Literature DB >> 31124935

Technology of percutaneous cannulated screw implantation using screw view model of navigation in Garden type I of femoral neck fracture: A case report.

Tong Yu1, Bao-Ming Yuan1, Xi-Wen Zhang2, Dong-Sheng Wang1, Yi-Kun Jiang1, Rong-Peng Dong1, Ming-Yang Kang1, Xin Zhao1, Jian-Wu Zhao1.   

Abstract

RATIONALE: The aim of the present study was to assess the efficacy and safety of percutaneous cannulated screw (PCS) implantation assisted by screw view model of navigation (SVMN) to treat femoral neck fracture (FNF).
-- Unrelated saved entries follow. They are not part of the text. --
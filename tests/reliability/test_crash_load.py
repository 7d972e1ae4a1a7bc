"""Crash safety of ``levelfield load`` (issue 9, item 1): SIGKILL at seeded random moments.

Each trial copies one pre-made store, starts ``levelfield load`` in a warm process (see
``runner.py``), kills it with SIGKILL at a seeded random moment of the load, and then checks,
with plain sqlite3 as any tool would open the store:

* ``PRAGMA integrity_check`` is ``ok`` and no foreign key dangles;
* the file landed whole or not at all: every current unit has exactly the file's contests and
  vote lines, the units are all there or none are (for a correction: all old or all new), and no
  load is left half-recorded;
* loading the file again completes, and the store then equals the store of an uninterrupted load
  (``district_results``, the units table and the loads table; ids and timestamps aside).

Half the trials kill uniformly over the whole load, half uniformly inside its write transaction
(timed by a calibration run), so that a fair number of kills land between ``BEGIN`` and ``COMMIT``.
"""

from __future__ import annotations

import random
import shutil
import sqlite3
from collections import Counter
from pathlib import Path

import pytest

from monitor.config import load_config
from monitor.ingest import load_file
from monitor.workspace import Workspace

from reliability.conftest import LONG, make_workspace
from reliability.makers import Shape, Warm, open_plain, snapshot, store_bytes, unit_counts, write_results

SEED = 20_240_917
TRIALS = 240 if LONG else 60
SHAPE = Shape(states=4, districts=75)  # 16 units, 3,600 vote lines: a load of about 0.2-0.5 s


class Scenario:
    """A file to load onto a template store, its per-unit counts and the uninterrupted result."""

    def __init__(self, root: Path, name: str, template: bytes, file: Path, counts: dict):
        self.root, self.name, self.template, self.file, self.counts = root, name, template, file, counts
        ws = make_workspace(root / f"{name}-reference", template)
        before = open_plain(ws.store_path)
        self.units_before = {k for k in unit_counts(before)}
        self.results_before = snapshot(ws.store_path)["results"]
        before.close()
        warm = Warm("-w", str(ws.root), "load", str(file))
        warm.go()
        code, times, err = warm.timed()
        assert code == 0, err
        self.begin, self.commit = times["@begin"][-1], times["@commit"][-1]
        self.reference = snapshot(ws.store_path)
        self.after_bytes = store_bytes(ws.store_path)


@pytest.fixture(scope="module")
def scenarios(tmp_path_factory, migrated_store):
    root = tmp_path_factory.mktemp("crash-load")
    v1, v2 = root / "results.csv", root / "correction.csv"
    counts = write_results(v1, SHAPE, seed=1)
    assert write_results(v2, SHAPE, seed=1, bump=7) == counts
    fresh = Scenario(root, "fresh", migrated_store, v1, counts)
    correction = Scenario(root, "correction", fresh.after_bytes, v2, counts)
    assert len(fresh.reference["results"]) == SHAPE.rows
    assert fresh.reference["results"] != correction.reference["results"]
    return {"fresh": fresh, "correction": correction}


def check_after_kill(s: Scenario, path: Path) -> str:
    """The store a kill left behind is whole; returns 'before', 'mid' or 'committed'."""
    conn = open_plain(path)
    try:
        assert conn.execute("PRAGMA integrity_check").fetchall() == [("ok",)]
        assert conn.execute("PRAGMA foreign_key_check").fetchall() == []
        outcomes = Counter(o for (o,) in conn.execute("SELECT outcome FROM loads"))
        assert set(outcomes) <= {"loaded"}, outcomes
        committed = conn.execute("SELECT COUNT(*) FROM loads WHERE file_name = ?", [s.file.name]).fetchone()[0]
        assert committed in (0, 1)
        counts = unit_counts(conn)
        for unit, got in counts.items():
            assert got == s.counts[unit], f"unit {unit} partially present: {got} != {s.counts[unit]}"
        results = snapshot(path)["results"]
    finally:
        conn.close()
    if committed:
        assert set(counts) == set(s.counts)
        assert results == s.reference["results"]
        return "committed"
    assert set(counts) == s.units_before, "units changed though the load did not commit"
    assert results == s.results_before
    return "not committed"


def test_sigkill_during_load_leaves_a_whole_store_that_a_rerun_completes(scenarios, tmp_path):
    rng = random.Random(SEED)
    config = load_config(Path(scenarios["fresh"].root / "fresh-reference" / "levelfield.toml"))
    landed: Counter = Counter()
    plan = []
    for i in range(TRIALS):
        s = scenarios["fresh" if i % 2 == 0 else "correction"]
        if i % 4 < 2:   # uniform over the load, up to just past its commit
            delay = rng.uniform(0.0, s.commit * 1.1)
        else:           # uniform inside the write transaction of the calibration run
            delay = rng.uniform(s.begin, s.commit)
        plan.append((s, delay))

    def start(i):
        s, _ = plan[i]
        ws = make_workspace(tmp_path / f"t{i}", s.template)
        return ws, Warm("-w", str(ws.root), "load", str(s.file))

    upcoming = [start(0), start(1)]  # two warm processes ahead: their imports overlap with the checks
    for i, (s, delay) in enumerate(plan):
        ws, warm = upcoming.pop(0)
        warm.go()
        warm.kill_at(delay)
        code, out, err = warm.finish()
        if i + 2 < TRIALS:
            upcoming.append(start(i + 2))
        assert "Traceback" not in err, err
        began = "@begin" in warm.marks
        state = check_after_kill(s, ws.store_path)
        where = "committed" if state == "committed" else ("mid-transaction" if began else "before the transaction")
        landed[where] += 1

        db = Workspace(ws.root).open_store()
        report = load_file(db, s.file, config)
        db.conn.close()
        assert report.outcome == ("already loaded" if state == "committed" else "loaded")
        assert snapshot(ws.store_path) == s.reference, f"trial {i} ({where}, {delay:.3f}s) differs after the rerun"
        shutil.rmtree(ws.root)
    print(f"\nload kills: {TRIALS} trials, {dict(landed)}")
    assert sum(landed.values()) == TRIALS
    assert landed["mid-transaction"] >= TRIALS // 10, landed
    assert landed["before the transaction"] >= TRIALS // 10, landed


@pytest.mark.slow
def test_sigkill_of_a_cold_python_dash_m_monitor_load(scenarios, tmp_path):
    """The same through the console entry point from a cold start (imports included)."""
    import os
    import signal
    import subprocess
    import sys
    import time

    s = scenarios["fresh"]
    rng = random.Random(SEED + 1)
    t0 = time.perf_counter()
    ws = make_workspace(tmp_path / "cold-calibration", s.template)
    assert subprocess.run([sys.executable, "-m", "monitor", "-w", str(ws.root), "load", str(s.file)],
                          capture_output=True).returncode == 0
    total = time.perf_counter() - t0
    config = load_config(ws.config_path)
    for i in range(30):
        ws = make_workspace(tmp_path / f"cold{i}", s.template)
        proc = subprocess.Popen([sys.executable, "-m", "monitor", "-w", str(ws.root), "load", str(s.file)],
                                stdout=subprocess.DEVNULL, stderr=subprocess.PIPE)
        time.sleep(rng.uniform(0, total))
        try:
            os.kill(proc.pid, signal.SIGKILL)
        except ProcessLookupError:
            pass
        assert b"Traceback" not in proc.communicate()[1]
        state = check_after_kill(s, ws.store_path)
        db = Workspace(ws.root).open_store()
        assert load_file(db, s.file, config).outcome == ("already loaded" if state == "committed" else "loaded")
        db.conn.close()
        assert snapshot(ws.store_path) == s.reference
        shutil.rmtree(ws.root)


def test_the_check_sees_a_partial_unit(scenarios, tmp_path):
    """The checker is not vacuous: a store with one vote line removed fails it."""
    s = scenarios["fresh"]
    ws = make_workspace(tmp_path / "partial", s.after_bytes)
    with sqlite3.connect(ws.store_path) as conn:
        conn.execute("DELETE FROM votes WHERE id = (SELECT MAX(id) FROM votes)")
    with pytest.raises(AssertionError, match="partially present"):
        check_after_kill(s, ws.store_path)
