@st.composite
def tables(draw, *, wide: bool = False, blank_rows: bool = False):
    """``(header, rows)`` of a native file that should load: distinct units, unique candidate
    lines, at least one vote per contest, one status per unit."""
    optional = draw(st.lists(st.sampled_from(LONG_OPTIONAL if not wide else ["seats", "special", "status"]),
                             unique=True, max_size=4))
    rows: list[dict] = []
    parties = draw(st.lists(st.sampled_from(LABELS), min_size=1, max_size=4, unique_by=str.casefold)) if wide else None
    for u in range(draw(st.integers(1, 3))):
        unit = {"cycle": str(draw(st.sampled_from([1789, 1972, 2022, 2024, 2200]))),
                "state": draw(st.sampled_from(["QV", "NR", "qv ", "X"])) + str(u),
                "chamber": draw(st.sampled_from(["federal", "state_lower", "Lower House"])),
                "status": draw(st.sampled_from(["", "certified", "unofficial", "Certified"]))}
        for d in range(draw(st.integers(1, 4))):
            contest = {**unit, "district": draw(st.sampled_from(["1", "AL", "07", "North 2"])) + f"-{d}",
                       "seats": draw(st.sampled_from(["", "1", "2"])),
                       "special": draw(st.sampled_from(["", "0", "1", "false"]))}
            if wide:
                votes = {p: draw(st.one_of(st.just(""), votes_cells())) for p in parties}
                votes[parties[0]] = draw(st.sampled_from(["1", "12,345", "50000000"]))  # a contest has votes
                if blank_rows and draw(st.integers(0, 3)) == 0:
                    votes = {p: draw(st.sampled_from(["", " "])) for p in parties}  # a district with no count at all
                row = dict(contest)
                row.update({f"votes_{p}".casefold(): v for p, v in votes.items()})
                rows.append(row)
                continue
            for line in range(draw(st.integers(1, 4))):
                rows.append({**contest, "party": draw(st.one_of(st.sampled_from(LABELS), texts)),
                             "candidate": draw(st.one_of(st.just(""), texts)) + f" #{line}",
                             "votes": draw(votes_cells()),
                             "writein": draw(st.sampled_from(["", "0", "1", "yes"]))})
            rows[-1]["votes"] = draw(st.sampled_from(["1", "12,345", "50000000"]))  # a contest has votes
    if wide:
        header = ["cycle", "state", "chamber", "district"] + optional + [f"votes_{p}" for p in parties]
    else:
        header = LONG_HEADER + optional
    header = draw(st.permutations(header))
    header = [draw(st.sampled_from([h, h.upper(), f" {h} ", h.title()])) for h in header]
    return header, [[row.get(h.strip().casefold(), "") for h in header] for row in rows]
PATIENT CONCERNS: A 42-year-old male patient suffered from a high falling injury, causing pain, swelling, deformity, and limited mobility on his right hip. DIAGNOSES: He was diagnosed with Garden type I of FNF.
INTERVENTIONS: PCS implantation assisted by SVMN was used to treat fracture of femoral neck in this patient. OUTCOMES: The follow up lasted for 48 months. A total of 3 screws were inserted into femoral neck, all exhibiting excellent position. The mean screw deviation was 0.43° and 5.73° of femoral neck-shaft and anteversion angle, respectively. The guide wire drilling attempt of each screw was one-time. The fluoroscopic time lasted 6.3 minutes, the Harris hip scores improved from 67 to 88, and the blood loss was 35 mL. It took 11.7 minutes for designing the screws, 13.9 minutes for implanting the guide wires, and 37.3 minutes for placing the screws. No clinical complications were found during 48-month follow-up visit, including head penetration, implant failure, fracture nonunion, and femoral head osteonecrosis. LESSONS: The study revealed that SVMN is conducive to the PCS insertion for FNF. Our lesson is that the FNF must be well reduction before SVMN assisted PCS placement.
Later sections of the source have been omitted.